- Born: June 5, 1943 (age 83) Madison, WI
- Education: Arizona State University
- Known for: Novel RNA that Promotes Myofibrillogenesis
- Scientific career
- Fields: Developmental biology, Stem Cell
- Workplaces: East Texas A&M University
- Doctoral advisor: Eldridge Bertke; Jerry Justus
- Other academic advisors: Lee D. Peachey
- Website: faculty.tamuc.edu/llemanski

= Larry Lemanski =

American biologist

Larry F. Lemanski is 'Distinguished Research Professor' and Director of the Biomedical Institute for Regenerative Research (BIRR) at East Texas A&M University He is also a Regents' Professor of the Texas A & M System, the highest level recognition for Texas A & M System's faculties. He received a B.S. from University of Wisconsin, Platteville and then both M.S. and Ph.D. from Arizona State University, Tempe. He was a postdoctoral fellow at the University of Pennsylvania, Philadelphia and worked there with Prof. Lee D. Peachey. He joined UCSF Medical Center, San Francisco in 1975 as served as an Assistant Professor of Anatomy (1975–1977); he moved to University of Wisconsin, Madison and worked there as Assistant Professor (1977–1979) and Associate Professor (1979–1981). He was appointed as full Professor in 1981. He was Provost and Vice President for Academic Affairs at East Texas A&M University during 2009–2012.

==Research==
His main research interests concern a study of myofibrillogenesis and heart inductive processes in developing embryonic hearts at the cell and molecular levels.
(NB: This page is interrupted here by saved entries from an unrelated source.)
// ---------------------------------------------------------------------------------------------
// The hand-written Jacobian. It mirrors evaluate<T> branch by branch (isotropic limit, stiffness
// floor, q_y = min(q_f, q_h), the caps on sin phi_m and the dilatancy cut-off, the cap hardening
// law), so that it equals the forward-AD derivative of the same residual (checked in the tests).
// Principal stresses sigma_k; P_ik = delta_ik - 1/3 = d s_i / d sigma_k; J2 = s.s/2, J3 = s1 s2 s3.
//   dq/dsigma_i = 3 s_i / (2 q)            d2q = (3/(2q)) (P_ik - s_i s_k / (2 J2))
//   dX/dsigma_i = A_i / J2 - 2/3,  A_i = s_i^2 - X s_i
//   d2X = [(2 s_i - X) delta_ik + X/3 - (s_i A_k + A_i s_k)/J2] / J2
// (with dJ3/dsigma_i = s_i^2 - 2 J2/3 for a deviator; common practice, no source). Everything else
// depends on sigma through q, X, s3 and p only.
// ---------------------------------------------------------------------------------------------

// Derivatives of the surfaces in the active set at one point.
struct LocalDerivatives {
  double dn[3][3][3];  // dn[s][i][k] = d n_{s,i} / d sigma_k
  double df[3][3];     // df[s][k] = d f_s / d sigma_k
  double df_dl[3];     // d f_s / d dl_s (no f_s depends on another surface's multiplier)
};

// p_p(eps) as hardened_cap, and d p_p / d eps.
template <class Record>
double hardened_cap_slope(const Constants<double>& k, const History<double>& h, double eps, double& slope,
                          Record& record) {
  const double e = 1.0 - k.m;
  if (e < 1e-9) {
    const double pp = h.pp * std::exp(eps * (k.h_ref / k.p_ref));
    slope = pp * (k.h_ref / k.p_ref);
    return pp;
  }
  const double rate = e * k.h_ref / k.p_ref;
  double base = h.pp_pow + eps * rate;
  double base_slope = rate;
  if (record(floored, !(base >= 1e-300))) {
    base = 1e-300;
    base_slope = 0.0;
  }
  if (e == 0.5) {
    slope = k.p_ref * 2.0 * base * base_slope;
    return k.p_ref * (base * base);
  }
  const double r = std::pow(base, 1.0 / e);
  slope = k.p_ref * (r / (e * base)) * base_slope;
  return k.p_ref * r;
}

// Values of all three surfaces at (sig, dl) into `o` (as evaluate<double>), and the derivatives of
// the surfaces in `mask` into `d`.
// Record: OnValues, or Branches to keep the choices (the derivative version replays them).
template <class Record>
void evaluate_derivatives(const Constants<double>& k, const double sig[3], const double dl[3], int mask,
                          const History<double>& h, Point<double>& o, LocalDerivatives& d, Record& record) {
  constexpr double third = 1.0 / 3.0;
  const double p = (sig[0] + sig[1] + sig[2]) / 3.0;
  const double s[3] = {sig[0] - p, sig[1] - p, sig[2] - p};
  const double j2 = 0.5 * (s[0] * s[0] + s[1] * s[1] + s[2] * s[2]);
  const double c1 = 0.5 * (1.0 + k.delta);
  const double c2 = 2.25 * (k.delta - 1.0);
  double q = 0.0, x = 0.0, qt2 = 0.0;
  double dq[3], dx[3], qt_dqt[3];
  double hq[3][3], hx[3][3], hqt[3][3];  // d2q, d2X, d(qt_dqt_i)/d sigma_k
  if (record(anisotropic, j2 > kIsotropic * (p * p + 1.0))) {
    q = std::sqrt(3.0 * j2);
    const double inv_j2 = 1.0 / j2;
    const double inv_q = 1.0 / q;
    x = s[0] * s[1] * s[2] * inv_j2;
    const double qt = c1 * q - c2 * x;
    qt2 = qt * qt;
    double a[3], dqt[3];
    for (int i = 0; i < 3; ++i) {
      dq[i] = 1.5 * s[i] * inv_q;
      a[i] = s[i] * s[i] - x * s[i];
      dx[i] = a[i] * inv_j2 - 2.0 / 3.0;
      dqt[i] = c1 * dq[i] - c2 * dx[i];
      qt_dqt[i] = qt * dqt[i];
    }
    for (int i = 0; i < 3; ++i)
      for (int j = i; j < 3; ++j) {
        const double kron = i == j ? 1.0 : 0.0;
        hq[i][j] = hq[j][i] = 1.5 * inv_q * (kron - third - 0.5 * s[i] * s[j] * inv_j2);
        hx[i][j] = hx[j][i] = inv_j2 * ((2.0 * s[i] - x) * kron + x * third - (s[i] * a[j] + a[i] * s[j]) * inv_j2);
        hqt[i][j] = hqt[j][i] = dqt[i] * dqt[j] + qt * (c1 * hq[i][j] - c2 * hx[i][j]);
      }
  } else {
    // Isotropic: q~^2 = 3 J2, q = X = 0 with no derivatives (as evaluate<T>).
    qt2 = 3.0 * j2;
    for (int i = 0; i < 3; ++i) {
      dq[i] = dx[i] = 0.0;
      qt_dqt[i] = 1.5 * s[i];
      for (int j = 0; j < 3; ++j) {
        hq[i][j] = hx[i][j] = 0.0;
        hqt[i][j] = 1.5 * ((i == j ? 1.0 : 0.0) - third);
      }
    }
  }
  const double s3 = p - 0.5 * q + 0.75 * x;
  double ds3[3];
  for (int i = 0; i < 3; ++i) ds3[i] = third - 0.5 * dq[i] + 0.75 * dx[i];
  const double shifted = s3 + k.c_cot;

  // Shear hardening surface: q_y(shifted, gamma) and its two partial derivatives. (Reciprocals
  // are formed once: fewer divisions on the dependency chain than evaluate<T>, same values to
  // round-off.)
  const bool over_floor = record(above_floor, shifted >= k.floor);
  const double ratio = power((over_floor ? shifted : k.floor) * (1.0 / (k.p_ref + k.c_cot)), k.m);
  const double dlog_ratio = over_floor ? k.m / shifted : 0.0;  // d ln(ratio) / d shifted
  const double inv_ratio = 1.0 / ratio;
  const double a = ((2.0 - k.rf) / k.e50_ref) * inv_ratio;  // 2 / E_i
  const double b = (2.0 / k.eur_ref) * inv_ratio;           // 2 / E_ur
  const double a_s = -a * dlog_ratio, b_s = -b * dlog_ratio;
  const double qf = k.kf * shifted;
  o.gamma = h.gamma + dl[0];
  double qy = qf, qy_s = k.kf, qy_g = 0.0;
  if (record(failure_positive, qf > 0.0)) {
    const double inv_qf = 1.0 / qf;
    const double u_g = k.rf * inv_qf;  // 1 / q_a
    const double u = o.gamma * u_g;    // gamma / q_a
    const double u_s = -u * k.kf * inv_qf;
    const double bb = a - b + u;
    const double disc = std::sqrt(bb * bb + 4.0 * b * u);
    const double den = bb + disc;
    const double inv_den = 1.0 / den;
    const double qh = 2.0 * o.gamma * inv_den;
    if (record(on_hyperbola, !(qf <= qh))) {
      const double inv_disc = 1.0 / disc;
      const double bb_s = a_s - b_s + u_s;
      const double den_s = bb_s + (bb * bb_s + 2.0 * (b_s * u + b * u_s)) * inv_disc;
      const double den_g = u_g + (bb * u_g + 2.0 * b * u_g) * inv_disc;
      qy = qh;
      qy_s = -qh * den_s * inv_den;
      qy_g = (2.0 - qh * den_g) * inv_den;
    }
  }
  o.f[0] = q - qy;

  // Mobilised friction and Rowe's dilatancy, with their gradients.
  const double denom = 2.0 * shifted + q;
  double sphm = k.sin_phi;
  double dsphm[3] = {0.0, 0.0, 0.0};
  if (record(denominator_positive, denom > 0.0)) {
    const double inv_denom = 1.0 / denom;
    sphm = q * inv_denom;
    const double c = 2.0 * inv_denom * inv_denom;
    for (int i = 0; i < 3; ++i) dsphm[i] = c * (shifted * dq[i] - q * ds3[i]);
  }
  if (record(capped, !(sphm <= k.sin_phi))) {
    sphm = k.sin_phi;
    dsphm[0] = dsphm[1] = dsphm[2] = 0.0;
  }
  double spsi = 0.0;
  double dspsi[3] = {0.0, 0.0, 0.0};
  if (k.rule != 2) {
    const double inv_den = 1.0 / (1.0 - sphm * k.sin_cv);
    spsi = (sphm - k.sin_cv) * inv_den;
    const double slope = (1.0 - k.sin_cv * k.sin_cv) * inv_den * inv_den;
    for (int i = 0; i < 3; ++i) dspsi[i] = slope * dsphm[i];
    if (k.rule == 1 && record(cut, !(spsi >= 0.0))) {
      spsi = 0.0;
      dspsi[0] = dspsi[1] = dspsi[2] = 0.0;
    }
  }
  o.sin_phi_m = sphm;
  o.sin_psi_m = spsi;
  const double half_c = 0.5 - 0.5 * spsi;
  for (int i = 0; i < 3; ++i) o.n[0][i] = dq[i] * half_c - spsi * ds3[i];
  if (mask & 1) {
    for (int i = 0; i < 3; ++i) {
      d.df[0][i] = dq[i] - qy_s * ds3[i];
      for (int j = 0; j < 3; ++j)
        d.dn[0][i][j] = (hq[i][j] * half_c - spsi * (-0.5 * hq[i][j] + 0.75 * hx[i][j])) -
                        (0.5 * dq[i] + ds3[i]) * dspsi[j];
    }
    d.df_dl[0] = -qy_g;
  }

  // Cap.
  const double inv_a2 = 1.0 / k.alpha2;
  const double big_f = std::sqrt(qt2 * inv_a2 + p * p);
  const double inv_f = 1.0 / big_f;
  for (int i = 0; i < 3; ++i) o.n[1][i] = (qt_dqt[i] * inv_a2 + p * third) * inv_f;
  o.cap_strain = dl[1] * p * inv_f;
  if (mask & 2) {
    double slope = 0.0;
    o.pp = hardened_cap_slope(k, h, o.cap_strain, slope, record);
    for (int i = 0; i < 3; ++i) {
      const double deps = dl[1] * (third - p * o.n[1][i] * inv_f) * inv_f;  // d eps_v^pc / d sigma_i
      d.df[1][i] = o.n[1][i] - slope * deps;
      for (int j = 0; j < 3; ++j)
        d.dn[1][i][j] = (hqt[i][j] * inv_a2 + third * third - o.n[1][i] * o.n[1][j]) * inv_f;
    }
    d.df_dl[1] = -slope * p * inv_f;
  } else {
    o.pp = h.pp;
  }
  o.f[1] = big_f - o.pp;

  // Tension cut-off.
  o.f[2] = -s3 - k.tension;
  for (int i = 0; i < 3; ++i) o.n[2][i] = -ds3[i];
  if (mask & 4) {
    for (int i = 0; i < 3; ++i) {
      d.df[2][i] = -ds3[i];
      for (int j = 0; j < 3; ++j) d.dn[2][i][j] = 0.5 * hq[i][j] - 0.75 * hx[i][j];
    }
    d.df_dl[2] = 0.0;
  }
}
He has studied cardiac mutant axolotls, transgenic mice, and induced pluripotent adult stem cells. His goals have been to elucidate the sequence of events and mechanism(s) of myofibrillogenesis and to explain how inductive interactions direct heart differentiation at the cellular and gene levels. He is known for discovering unique and specific ribonucleic acids (RNAs) that have the capacity to promote cardiac myofibrillogenesis in non-muscle cells. He is pursuing the mechanism of this exciting and intriguing phenomenon and is exploring inducing heart muscle repair in hearts damaged from disease processes such as myocardial infarctions (heart attacks).